Nazimuddin

Personal information
- Full name: Mohammad Nazimuddin Ahmed
- Born: 1 October 1985 (age 40) Chittagong, Chittagong Division, Bangladesh
- Height: 5 ft 8 in (1.73 m)
- Batting: Right-handed
- Bowling: Right arm medium
- Role: Batsman

International information
- National side: Bangladesh (2007–2012);
- Test debut (cap 63): 9 December 2011 v Pakistan
- Last Test: 12 November 2012 v West Indies
- ODI debut (cap 90): 12 March 2008 v South Africa
- Last ODI: 22 March 2012 v Pakistan
- T20I debut (cap 15): 1 September 2007 v Kenya
- Last T20I: 20 April 2008 v Pakistan

Domestic team information
- 2001–present: Chittagong Division
- 2008: Dhaka Warriors

Career statistics
| Competition | Test | ODI | FC | LA |
| Matches | 3 | 11 | 104 | 121 |
| Runs scored | 125 | 147 | 6,269 | 2,636 |
| Batting average | 20.83 | 13.36 | 36.66 | 24.18 |
| 100s/50s | 0/1 | 0/0 | 12/36 | 1/17 |
| Top score | 78 | 47 | 205 | 108 |
| Balls bowled | – | – | 198 | 12 |
| Wickets | – | – | 2 | 1 |
| Bowling average | – | – | 68.50 | 14.00 |
| 5 wickets in innings | – | – | 0 | 0 |
| 10 wickets in match | – | – | 0 | 0 |
| Best bowling | – | – | 1/9 | 1/14 |
| Catches/stumpings | 1/– | 1/– | 39/– | 24/– |

Medal record
Men's Cricket
Representing Bangladesh
ACC Asia Cup
| Runner-up | 2012 Bangladesh |  |
Asian Games
| Gold medal – first place | 2010 Guangzhou | Team |
- Source: CricInfo, 3 December 2025

= Mohammed Nazimuddin =

Bangladeshi cricketer (born 1985)

Mohammed Nazimuddin Ahmed (born 1 October 1985) is a Bangladeshi cricketer. A right-handed batsman, he is the captain of Chittagong Division, and has played Test, limited overs and Twenty20 cricket for Bangladesh.

Nazimuddin made his first-class debut at the age of 16. Over the following seasons he was selected to play in the Bangladesh A and Bangladesh Under-19 teams.
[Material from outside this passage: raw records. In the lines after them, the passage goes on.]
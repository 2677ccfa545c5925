import { getToken } from 'next-auth/jwt';
import type { NextRequest } from 'next/server';
import { User } from '@/models';
import { db } from '@/lib/db/connection';
import { isRole, type Role } from './roles';
import { authSecret } from './secret';

export type SessionUser = { id: number; email: string; name: string; role: Role };

/**
 * The signed-in user behind a request, read from the session cookie and then from the database, so a
 * changed role or a removed account takes effect at once. Null when not signed in.
 */
export async function sessionUserFromRequest(req: NextRequest): Promise<SessionUser | null> {
  const raw = SESSION_COOKIES.map((name) => req.cookies.get(name)?.value).find(Boolean);
  const seen = raw ? verifiedTokens.get(raw) : undefined;
  if (seen && seen.expiresAt > Date.now()) return loadSessionUser(seen.uid);
  const token = await getToken({ req, secret: authSecret() });
  const id = Number(token?.uid);
  if (!token || !Number.isInteger(id)) return null;
  if (raw && typeof token.exp === 'number') {
    if (verifiedTokens.size > 1000) verifiedTokens.clear();
    verifiedTokens.set(raw, { uid: id, expiresAt: token.exp * 1000 });
  }
  return loadSessionUser(id);
}

const SESSION_COOKIES = ['__Secure-next-auth.session-token', 'next-auth.session-token'];

/**
 * Session cookies already decrypted and verified, by their exact text, until they expire. Decrypting
 * the token costs more than the rest of a small request; the text itself is the proof, so an exact
 * match needs no second check.
 */
const verifiedTokens = new Map<string, { uid: number; expiresAt: number }>();

/**
 * Accounts read in the last few seconds. Every request needs its user, and a database round trip
 * through the ORM costs more than the rest of a small request; a change made through this process
 * (role, password, removal) drops the entry at once, and another process sees it within the TTL.
 */
const recent = new Map<number, { user: SessionUser | null; until: number }>();
const SESSION_USER_TTL_MS = 5000;

/** Forgets the cached account so the next request reads it afresh (call after changing a user). */
export function forgetSessionUser(id: number): void {
  recent.delete(id);
}

/** Loads the user as the session sees it; null when the account no longer exists. */
export async function loadSessionUser(id: number): Promise<SessionUser | null> {
  const now = Date.now();
  const hit = recent.get(id);
  if (hit && hit.until > now) return hit.user;
  await db();
  const row = await User.findByPk(id);
  const user = row && isRole(row.role) ? { id: row.id, email: row.email, name: row.name, role: row.role } : null;
  if (recent.size > 1000) recent.clear();
  recent.set(id, { user, until: now + SESSION_USER_TTL_MS });
  return user;
}
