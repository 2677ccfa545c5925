/**
 * bcrypt in a worker thread of its own. The pure-JavaScript bcrypt works in slices of up to 100 ms
 * on whichever thread calls it; on the server's main thread every sign-in attempt then held all other
 * requests for 70-100 ms at a time (measured with the event-loop delay during a burst of sign-ins).
 * Here the main thread only passes messages; attempts queue in the worker one after another.
 *
 * The worker is CommonJS evaluated in place; `bcryptjs` resolves from the working directory (the
 * project folder for `npm start`, the tests and the command-line tools), as the thumbnail worker's
 * `jimp` does. The worker holds the process open only while a job is waiting, so command-line tools
 * that hash a password still exit when done.
 */
import { Worker } from 'node:worker_threads';

const SOURCE = `
const { parentPort } = require('node:worker_threads');
const bcrypt = require('bcryptjs');
parentPort.on('message', (job) => {
  try {
    const result = job.op === 'hash' ? bcrypt.hashSync(job.password, job.cost) : bcrypt.compareSync(job.password, job.hash);
    parentPort.postMessage({ id: job.id, ok: true, result });
  } catch (err) {
    parentPort.postMessage({ id: job.id, ok: false, error: String((err && err.message) || err) });
  }
});
`;

type Job = { op: 'hash'; password: string; cost: number } | { op: 'compare'; password: string; hash: string };
type Reply = { id: number; ok: true; result: string | boolean } | { id: number; ok: false; error: string };
type Waiting = { resolve: (value: string | boolean) => void; reject: (err: Error) => void };

let worker: Worker | null = null;
const waiting = new Map<number, Waiting>();
let nextId = 1;

function theWorker(): Worker {
  if (worker) return worker;
  const w = new Worker(SOURCE, { eval: true });
  w.unref();
  w.on('message', (reply: Reply) => {
    const job = waiting.get(reply.id);
    waiting.delete(reply.id);
    if (waiting.size === 0) w.unref();
    if (!job) return;
    if (reply.ok) job.resolve(reply.result);
    else job.reject(new Error(reply.error));
  });
  // A worker that fails takes its waiting jobs with it; the next job starts a new one.
  const fail = (err: Error) => {
    if (worker === w) worker = null;
    for (const job of waiting.values()) job.reject(err);
    waiting.clear();
  };
  w.on('error', fail);
  w.on('exit', (code) => fail(new Error(`the password worker stopped (${code})`)));
  worker = w;
  return w;
}

function run(job: Job): Promise<string | boolean> {
  const w = theWorker();
  const id = nextId++;
  return new Promise((resolve, reject) => {
    waiting.set(id, { resolve, reject });
    w.ref();
    w.postMessage({ ...job, id });
  });
}

/**
 * A bcrypt hash of `password` at `cost` (log2 of the rounds, 4 to 15), made off the main thread.
 * @throws RangeError for any other cost: a larger one would keep the worker busy for hours.
 */
export async function bcryptHash(password: string, cost: number): Promise<string> {
  if (!Number.isInteger(cost) || cost < 4 || cost > 15) throw new RangeError(`bcrypt cost ${cost} is outside 4 to 15`);
  return String(await run({ op: 'hash', password, cost }));
}

/** Whether `password` matches the bcrypt `hash`, compared off the main thread. */
export async function bcryptCompare(password: string, hash: string): Promise<boolean> {
  return (await run({ op: 'compare', password, hash })) === true;
}
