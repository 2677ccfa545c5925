import { NextResponse, type NextRequest } from 'next/server';
import { clientAddress } from './client-address';
import { signInVerdict } from './throttle';

/**
 * A 429 answer when a credentials sign-in must wait (too many failures from this client address, or
 * an account being slowed after failures); null otherwise. The `url` field lets next-auth's client
 * report the error code "locked".
 */
export async function throttleResponse(req: NextRequest): Promise<NextResponse | null> {
  if (req.method !== 'POST' || !req.nextUrl.pathname.endsWith('/callback/credentials')) return null;
  let email = '';
  try {
    const form = await req.clone().formData();
    email = String(form.get('email') ?? '');
  } catch {
    return null;
  }
  const verdict = await signInVerdict(email, clientAddress(req.headers));
  if (!verdict) return null;
  const seconds = Math.ceil(verdict.waitMs / 1000);
  const wait = seconds >= 90 ? `${Math.ceil(seconds / 60)} minutes` : `${seconds} seconds`;
  const error =
    verdict.scope === 'client'
      ? `Too many failed sign-ins from this device or network. Wait ${wait} and try again.`
      : `Too many failed sign-ins for this account; attempts are slowed. Wait ${wait} and try again, or ask an administrator to reset the password.`;
  const url = new URL('/signin?error=locked', req.nextUrl.origin).toString();
  return NextResponse.json({ error, url }, { status: 429, headers: { 'Retry-After': String(seconds), 'Cache-Control': 'no-store' } });
}
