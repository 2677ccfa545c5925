import bcrypt from 'bcryptjs';

const COST = 10;

/** How many password hashes this process has compared (the sign-in tests check unknown addresses cost one too). */
export const passwordChecks = { count: 0 };

export function hashPassword(password: string): Promise<string> {
  return bcrypt.hash(password, COST);
}

export function verifyPassword(password: string, hash: string): Promise<boolean> {
  passwordChecks.count += 1;
  return bcrypt.compare(password, hash);
}
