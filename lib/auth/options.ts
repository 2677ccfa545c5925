import type { NextAuthOptions } from 'next-auth';
import CredentialsProvider from 'next-auth/providers/credentials';
import { User } from '@/models';
import { db } from '@/lib/db/connection';
import { audit } from '@/lib/services/audit';
import { verifyPassword } from './password';
import { isLocked, recordFailure } from './throttle';
import { authSecret } from './secret';
import { isRole } from './roles';

process.env.NEXTAUTH_URL ??= `http://localhost:${process.env.PORT ?? 3000}`;

/**
 * Checks an e-mail and password. Returns the user for the session, or null for any failure: the
 * caller never learns whether the address or the password was wrong.
 */
export async function authorizeCredentials(email: string, password: string) {
  if (!email || !password) return null;
  if (await isLocked(email)) return null;
  await db();
  const user = await User.findOne({ where: { email: email.trim().toLowerCase() } });
  const good = user ? await verifyPassword(password, user.passwordHash) : false;
  if (!user || !good || !isRole(user.role)) {
    await recordFailure(email);
    return null;
  }
  await audit(user.id, 'signin', 'user', user.id);
  return { id: String(user.id), email: user.email, name: user.name, role: user.role };
}

export function authOptions(): NextAuthOptions {
  return {
    secret: authSecret(),
    session: { strategy: 'jwt', maxAge: 12 * 60 * 60 },
    pages: { signIn: '/signin', error: '/signin' },
    providers: [
      CredentialsProvider({
        name: 'Email and password',
        credentials: { email: { label: 'Email', type: 'email' }, password: { label: 'Password', type: 'password' } },
        authorize: async (credentials) => authorizeCredentials(String(credentials?.email ?? ''), String(credentials?.password ?? '')),
      }),
    ],
    callbacks: {
      jwt({ token, user }) {
        if (user) {
          token.uid = Number(user.id);
          token.role = (user as { role?: string }).role;
        }
        return token;
      },
      session({ session, token }) {
        if (session.user) {
          Object.assign(session.user, { id: token.uid, role: token.role });
        }
        return session;
      },
    },
  };
}
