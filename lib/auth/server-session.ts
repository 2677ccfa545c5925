/**
 * Server-side session helpers for pages and layouts (never imported by client components). The
 * session is checked exactly as the API checks it (session version, disabled or removed account, idle
 * timeout, 12-hour limit), so a page never shows what the API would refuse.
 */
import 'server-only';
import { cookies, headers } from 'next/headers';
import { NextRequest } from 'next/server';
import { redirect } from 'next/navigation';
import { sessionUserFromRequest, type SessionUser } from '@/lib/auth/session';

/** The signed-in user, or null when there is no live session. */
export async function currentUser(): Promise<SessionUser | null> {
  const [h, c] = await Promise.all([headers(), cookies()]);
  const forwarded = new Headers(h);
  forwarded.set('cookie', c.toString());
  return sessionUserFromRequest(new NextRequest('http://localhost/', { headers: forwarded }));
}

/**
 * The signed-in user; when there is none, sends the browser to the sign-in page, which brings it
 * back to `returnTo` (this page's own path) afterwards, so a bookmarked or e-mailed link survives.
 */
export async function requireUser(returnTo?: string): Promise<SessionUser> {
  const user = await currentUser();
  if (!user) redirect(returnTo ? `/signin?callbackUrl=${encodeURIComponent(returnTo)}` : '/signin');
  return user;
}
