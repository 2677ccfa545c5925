import { trustProxy } from '@/lib/api/origin';

type HeaderSource = { get(name: string): string | null } | Record<string, string | string[] | undefined>;

function header(headers: HeaderSource, name: string): string | null {
  if (typeof (headers as { get?: unknown }).get === 'function') return (headers as { get(n: string): string | null }).get(name);
  const v = (headers as Record<string, string | string[] | undefined>)[name];
  return Array.isArray(v) ? v.join(',') : (v ?? null);
}

/**
 * The client's address for the sign-in throttle. Without TRUST_PROXY the server process replaces any
 * X-Forwarded-For a request brings with the connection's own address before Next.js sees it
 * (lib/auth/peer-address.ts, installed by instrumentation.ts), so the header holds exactly that one
 * address. Behind a trusted proxy (TRUST_PROXY=1) the header is the proxy's and its last entry is the
 * address the proxy itself saw, which the client cannot forge.
 */
export function clientAddress(headers: HeaderSource): string {
  const list = (header(headers, 'x-forwarded-for') ?? '')
    .split(',')
    .map((s) => s.trim())
    .filter(Boolean);
  const pick = trustProxy() ? list[list.length - 1] : list[0];
  return (pick || 'unknown').slice(0, 100);
}
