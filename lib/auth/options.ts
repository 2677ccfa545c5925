import type { NextAuthOptions } from 'next-auth';
import CredentialsProvider from 'next-auth/providers/credentials';
import { User } from '@/models';
import { db } from '@/lib/db/connection';
import { servedOverHttps } from '@/lib/api/origin';
import { audit } from '@/lib/services/audit';
import { hashPassword, verifyPassword } from './password';
import { clearFailures, recordFailure, signInVerdict } from './throttle';
import { authSecret } from './secret';
import { isRole } from './roles';
import { endSessions, forgetSessionUser } from './accounts';
import { claimsOf, SESSION_MAX_MS } from './session';
import { clientAddress } from './client-address';
import { localPathOf } from './safe-callback';

process.env.NEXTAUTH_URL ??= `http://localhost:${process.env.PORT ?? 3000}`;

/** A hash of a password nobody has, compared against when the address is unknown so both cases take as long. */
let dummyHash: Promise<string> | null = null;

/**
 * Checks an e-mail and password. Returns the user for the session, or null for any failure: the
 * caller never learns whether the address or the password was wrong, and an unknown address costs
 * the same password hash as a known one. Disabled and removed accounts never sign in.
 */
export async function authorizeCredentials(email: string, password: string, client?: string | null) {
  if (!email || !password) return null;
  if (await signInVerdict(email, client)) return null;
  await db();
  const user = await User.findOne({ where: { email: email.trim().toLowerCase() } });
  dummyHash ??= hashPassword('no account has this password: chordline');
  const good = await verifyPassword(password, user ? user.passwordHash : await dummyHash);
  if (!user || !good || !isRole(user.role) || user.disabledAt || user.removedAt) {
    await recordFailure(email, client);
    return null;
  }
  await clearFailures(email);
  user.lastSeenAt = new Date();
  await user.save();
  forgetSessionUser(user.id);
  await audit(user.id, 'signin', 'user', user.id);
  return { id: String(user.id), email: user.email, name: user.name, role: user.role, sv: user.sessionVersion };
}

type HeaderSource = { get(name: string): string | null };

/**
 * next-auth's options for one request. Cookies are Secure (and __Secure- named) when the app is
 * served over https, directly or behind the trusted proxy; the 12-hour limit and the idle timeout are
 * enforced by the session checks (lib/auth/session.ts), the token carrying its session version.
 */
export function authOptions(headers?: HeaderSource): NextAuthOptions {
  const h: HeaderSource = headers ?? { get: () => null };
  return {
    secret: authSecret(),
    useSecureCookies: servedOverHttps(h),
    session: { strategy: 'jwt', maxAge: SESSION_MAX_MS / 1000 },
    pages: { signIn: '/signin', error: '/signin' },
    providers: [
      CredentialsProvider({
        name: 'Email and password',
        credentials: { email: { label: 'Email', type: 'email' }, password: { label: 'Password', type: 'password' } },
        authorize: async (credentials, req) => authorizeCredentials(String(credentials?.email ?? ''), String(credentials?.password ?? ''), clientAddress(req?.headers ?? {})),
      }),
    ],
    callbacks: {
      jwt({ token, user }) {
        if (user) {
          token.uid = Number(user.id);
          token.role = (user as { role?: string }).role;
          token.sv = (user as { sv?: number }).sv ?? 0;
          token.auth = Date.now();
        }
        return token;
      },
      session({ session, token }) {
        if (session.user) Object.assign(session.user, { id: token.uid, role: token.role });
        return session;
      },
      // After sign-in or sign-out: only a path on this site, whatever the callbackUrl said.
      redirect({ url, baseUrl }) {
        const base = new URL(baseUrl);
        return `${base.origin}${localPathOf(url, base.origin) ?? '/bridges'}`;
      },
    },
    events: {
      // Signing out ends every session of the account, not only this cookie.
      async signOut({ token }) {
        const claims = claimsOf(token as Record<string, unknown> | null);
        if (!claims) return;
        const user = await User.findByPk(claims.uid);
        if (user && user.sessionVersion === claims.sv) {
          await endSessions(user.id);
          await audit(user.id, 'signout', 'user', user.id);
        }
      },
    },
  };
}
He played his first senior match for Bangladesh in 2007, in a Twenty20 tournament in Kenya. He was also selected in the Bangladesh national squad that toured Australia in August and September 2008. However, he broke his finger in the warmup to the matches and could not participate. Later in 2008, he was part of a group of Bangladesh players banned from Bangladeshi cricket for ten years for playing in the private Indian Cricket League (ICL). When he left the ICL in 2009, the Bangladesh Cricket Board rescinded the ban.

Nazimuddin was recalled to the national team for the two-Test series against Pakistan in December 2011. He made his Test debut in the first match of the series in Chittagong, opening the batting for Bangladesh.